II. Conformément à ce que le triangle d’incompatibilité suggère, les contrôles de capitaux accroissent la probabilité de choisir un régime de change fixe.
III. Pour les pays en développement, la probabilité d’un régime de change fixe augmente positivement avec le PIB par habitant, les réserves officielles en pourcentage des importations et l’endettement extérieur rapporté au PIB.
IV. Pour les économies avancées, une forte concentration des exportations est associée à un régime de change fixe.
Ghosh, 2014
En septembre 2000, confrontée à des pressions à la baisse contre l’euro, la Banque centrale européenne a cherché à intervenir sur les marchés dans une action coordonnée avec les autorités monétaires des Etats-Unis, du Japon, du Canada et du Royaume-Uni, pour un montant de 6 Md€. Un mois plus tard, la baisse du taux de change de l’euro reprenait.
Pour les auteurs, ces interventions n’ont eu d’effet qu’à court terme sur les dynamiques des taux de change et aucun au delà, ce qui leur permet de conclure à leur inefficacité.
Frenkel et al., 2001
Remise en cause de l’efficacité des interventions de change lorsque celles-ci sont stérilisées*, ce qui est généralement le cas dans les économies avancées.
⚠️ Ces interventions semblent accroître plutôt que réduire l’instabilité des cours.
* Une intervention stérilisée est une intervention de la Banque centrale qui n’implique pas de changement dans la base monétaire nationale.
Sarno et Taylor, 2001, “Official intervention in the foreign exchange market : Is it effective and, if so, how does it work ?”

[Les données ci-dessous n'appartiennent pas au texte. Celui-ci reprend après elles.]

// sameDay reports whether a and b are equal field by field, NaN equal to NaN.
func sameDay(a, b Day) bool {
	fa := []float64{a.Rise, a.Set, a.Noon, a.CivilDawn, a.CivilDusk, a.NauticalDawn, a.NauticalDusk,
		a.AstronomicalDawn, a.AstronomicalDusk, a.DayLength, a.NoonAltitude}
	fb := []float64{b.Rise, b.Set, b.Noon, b.CivilDawn, b.CivilDusk, b.NauticalDawn, b.NauticalDusk,
		b.AstronomicalDawn, b.AstronomicalDusk, b.DayLength, b.NoonAltitude}
	for i := range fa {
		if fa[i] != fb[i] && !(math.IsNaN(fa[i]) && math.IsNaN(fb[i])) {
			return false
		}
	}
	return true
}

// TestKernelDayCache: a Day from the cache is the Day computed for the same inputs, whatever the order of
// the rows and however full the cache; the cache grows only when rows revisit more places and dates than it
// holds, and not beyond its bound; hits and misses do not allocate once it exists.
func TestKernelDayCache(t *testing.T) {
	// Rows of 40 places over a year in time order: each place and date is computed once (a miss), every
	// later row of it is a hit, but for the rare sets where three dates in use collide (allow 1%).
	rows := cameraRows(60000, false)
	k := NewKernel(Options{})
	got := make([]Day, len(rows.start))
	keys := map[[4]float64]bool{}
	for i := range rows.start {
		got[i] = k.Day(rows.start[i], rows.end[i], rows.lat[i], rows.lon[i])
		keys[[4]float64{rows.start[i], rows.end[i], rows.lat[i], rows.lon[i]}] = true
	}
	if k.days.lookups != len(rows.start) || k.days.misses < len(keys) || k.days.misses > len(keys)*101/100 {
		t.Errorf("%d misses in %d look-ups of rows with %d distinct places and dates in time order; want one "+
			"miss per place and date", k.days.misses, k.days.lookups, len(keys))
	}
	if n := len(k.days.entries); n != dayWays*minDaySets {
		t.Errorf("time-ordered rows grew the cache to %d entries", n)
	}
	// Each Day equals one computed by a kernel that has never seen any other row.
	for i := 0; i < len(rows.start); i += 97 {
		fresh := NewKernel(Options{}).Day(rows.start[i], rows.end[i], rows.lat[i], rows.lon[i])
		if !sameDay(got[i], fresh) {
			t.Fatalf("row %d: %+v from the cache, %+v computed alone", i, got[i], fresh)
		}
	}
	// Rows that each have their own place and date never come back: the cache does not grow.
	crash := crashRows(3*dayWays*maxDaySets, 9)
	for i := range crash.start {
		k.Day(crash.start[i], crash.end[i], crash.lat[i], crash.lon[i])
	}
	if n := len(k.days.entries); n != dayWays*minDaySets {
		t.Errorf("rows that never repeat grew the cache to %d entries", n)
	}
	// The same camera rows shuffled revisit 14,400 places and dates in random order: the cache grows to
	// its bound and no further, and then most look-ups hit.
	shuffled := cameraRows(60000, true)
	for range 3 {
		misses := k.days.misses
		for i := range shuffled.start {
			k.Day(shuffled.start[i], shuffled.end[i], shuffled.lat[i], shuffled.lon[i])
		}
		t.Logf("shuffled pass: %d misses in %d rows, %d entries", k.days.misses-misses, len(shuffled.start),
			len(k.days.entries))
	}
	if n := len(k.days.entries); n != dayWays*maxDaySets {
		t.Errorf("%d cache entries after rows revisiting %d places and dates at random, want the bound %d",
			n, len(keys), dayWays*maxDaySets)
	}
	for i := 0; i < len(rows.start); i += 101 { // still the same values after all those evictions
		if d := k.Day(rows.start[i], rows.end[i], rows.lat[i], rows.lon[i]); !sameDay(d, got[i]) {
			t.Fatalf("row %d: %+v after evictions, %+v before", i, d, got[i])
		}
	}
	i := 0
	if a := testing.AllocsPerRun(1000, func() {
		j := i % len(crash.start)
		k.Day(crash.start[j], crash.end[j], crash.lat[j], crash.lon[j]) // a hit or a miss
		k.Day(crash.start[j], crash.end[j], crash.lat[j], crash.lon[j]) // a hit
		i++
	}); a != 0 {
		t.Errorf("Kernel.Day allocates %v times per call", a)
	}
}
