func TestSequenceSyntaxErrors(t *testing.T) {
	tests := []struct {
		name                 string
		in                   string
		offset, line, column int64
		feature              int64
	}{
		{"bad record", okFeature + "\n" + `{"type":"Feature",}` + "\n", int64(len(okFeature)) + 1 + 18, 2, 19, 2},
		{"two values on a line", okFeature + "\n" + okFeature + " {}\n", int64(2*len(okFeature)) + 2, 2, int64(len(okFeature)) + 2, 2},
		{"cut off", okFeature + "\n" + okFeature[:30], int64(len(okFeature)) + 31, 2, 31, 2},
		{"RS record over lines", "\x1e" + okFeature + "\n\x1e{\n \"type\": x}\n", int64(len(okFeature)) + 2 + 1 + 11, 3, 10, 2},
		{"after a separator on a line", "\x1e" + okFeature + "\n\x1e{]\n", int64(len(okFeature)) + 4, 2, 3, 2},
	}
	for _, tc := range tests {
		t.Run(tc.name, func(t *testing.T) {
			_, _, err := enrichText(t, tc.in, runOpts{read: Options{Sequence: true}, policy: enrich.PolicyKeep})
			var se *SyntaxError
			if !errors.Is(err, ErrSyntax) || !errors.Is(err, enrich.ErrFatal) || !errors.As(err, &se) {
				t.Fatalf("error %v, want a fatal *SyntaxError", err)
			}
			if se.Offset != tc.offset || se.Line != tc.line || se.Column != tc.column || se.Feature != tc.feature {
				t.Errorf("%v: offset %d line %d column %d feature %d; want %d, %d, %d, %d",
					err, se.Offset, se.Line, se.Column, se.Feature, tc.offset, tc.line, tc.column, tc.feature)
			}
		})
	}
}

func TestReadFailure(t *testing.T) {
	in := collection(okFeature, okFeature)
	for _, seq := range []bool{false, true} {
		r := io.MultiReader(strings.NewReader(in[:60]), iotest.ErrReader(io.ErrUnexpectedEOF))
		_, err := NewReader(r, 0, Options{Sequence: seq})
		if seq && err == nil {
			continue // the sequence reader reports it on the first Next
		}
		if err == nil || errors.Is(err, ErrSyntax) || !errors.Is(err, io.ErrUnexpectedEOF) || !strings.Contains(err.Error(), "reading input") {
			t.Errorf("sequence %v: %v; want a read error, not a syntax error", seq, err)
		}
	}
}

func TestLargeProperty(t *testing.T) {
	big := strings.Repeat("x", 10<<20)
	f := `{"type":"Feature","geometry":{"type":"Point","coordinates":[1,2]},"properties":{"note":"` + big + `","time":"2024-06-21T12:00:00Z"}}`
	out, sum, err := enrichText(t, collection(f), runOpts{})
	if err != nil || sum.Written != 1 || !strings.Contains(out, big+`","time":"2024-06-21T12:00:00Z","sun_altitude_deg":`) {
		t.Errorf("10 MB property: %v, %+v", err, sum)
	}
}

func TestLocationFlagsRefused(t *testing.T) {
	for _, sel := range []enrich.Select{{Lat: "y", Lon: "x"}, {Geometry: "geom"}} {
		_, err := NewReader(strings.NewReader(collection(okFeature)), 0, Options{Select: sel})
		if !errors.Is(err, enrich.ErrUsage) {
			t.Errorf("%+v: %v, want a usage error", sel, err)
		}
	}
	_, err := NewReader(strings.NewReader(collection(okFeature)), 0, Options{Select: enrich.Select{Time: "when"}})
	if !errors.Is(err, enrich.ErrUsage) || !strings.Contains(err.Error(), `"time"`) {
		t.Errorf("--time naming no property: %v, want a usage error listing the properties", err)
	}
	_, err = NewWriter(io.Discard, mustReader(t, collection(okFeature), Options{}), &enrich.Plan{}, WriterOptions{RS: true})
	if !errors.Is(err, enrich.ErrUsage) {
		t.Errorf("--rs on a collection: %v, want a usage error", err)
	}
}

func mustReader(t *testing.T, in string, o Options) *Reader {
	t.Helper()
	rd, err := NewReader(strings.NewReader(in), 0, o)
	if err != nil {
		t.Fatal(err)
	}
	return rd
}

// TestEscapedNames: member names and the "Feature" type may be written with
// JSON escapes.
func TestEscapedNames(t *testing.T) {
	f := `{"typ\u0065":"Fe\u0061ture","geom\u0065try":{"type":"Point","coordinates":[13.405,52.52]},"propert\u0069es":{"t\u0069me":"2024-06-21T12:00:00Z"}}`
	out, sum, err := enrichText(t, collection(f), runOpts{})
	if err != nil || sum.Written != 1 || !strings.Contains(out, `{"t\u0069me":"2024-06-21T12:00:00Z","sun_altitude_deg":`) {
		t.Errorf("%v, %+v:\n%s", err, sum, out)
	}
}

// TestByteOrderMark: a UTF-8 byte order mark is read past (RFC 8259 §8.1
// lets a parser ignore it), not written, and counted in byte offsets.
func TestByteOrderMark(t *testing.T) {
	const bom = "\xEF\xBB\xBF"
	for _, seq := range []bool{false, true} {
		in := collection(okFeature)
		if seq {
			in = okFeature + "\n"
		}
		out, sum, err := enrichText(t, bom+in, runOpts{read: Options{Sequence: seq}})
		if err != nil || sum.Written != 1 || strings.HasPrefix(out, bom) {
			t.Errorf("sequence %v: %v, %+v, output %q", seq, err, sum, out)
		}
	}
	_, _, err := enrichText(t, bom+`{"type":"FeatureCollection","features":[x]}`, runOpts{})
	var se *SyntaxError
	if !errors.As(err, &se) || se.Offset != 3+40 || se.Column != 41 {
		t.Errorf("%v: want byte offset 43, column 41", err)
	}
	_, _, err = enrichText(t, bom+okFeature+"\n{]\n", runOpts{read: Options{Sequence: true}})
	if !errors.As(err, &se) || se.Offset != 3+int64(len(okFeature))+2 || se.Line != 2 || se.Column != 2 {
		t.Errorf("%v: want byte offset %d, line 2, column 2", err, 3+len(okFeature)+2)
	}
}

Au moyen d’une étude empirique portant sur des données de la Federal Reserve et de la Bundesbank, les auteurs mettent en évidence un troisième canal de transmission de la politique de change*, l’effet de signal :
1° Même lorsque la plupart des agents qui interviennent sur le marché jugent une monnaie désalignée, la présence de chaînes mimétiques ou de chartistes peut retarder le retour vers l’équilibre ;
2° Par conséquent, même une intervention stérilisée peut avoir un effet significatif sur le taux de change, en jouant sur les anticipations : l’effet de l’intervention de la banque centrale sur le taux de change est renforcé quand il est connu du public.
* Les deux canaux traditionnels de transmission des interventions sur le taux de change sont le canal monétaire et l’effet de portefeuille.
Dominguez et Frankel, 1993
I. En tant que monnaie internationale à l’époque de l’étalon-or, le dollar devait satisfaire deux objectifs inconciliables :
1° La stabilité, car le dollar servait d’étalon de mesure pour les monnaies et les marchandises ;
2° L’abondance, puisqu’il constituait un moyen de règlement international et un instrument de réserve.
II. Les flux sortants de capitaux pour abonder les échanges conduisaient à une appréciation de la monnaie, donc à une hausse du coût des exportations et un déficit chronique de la balance commerciale.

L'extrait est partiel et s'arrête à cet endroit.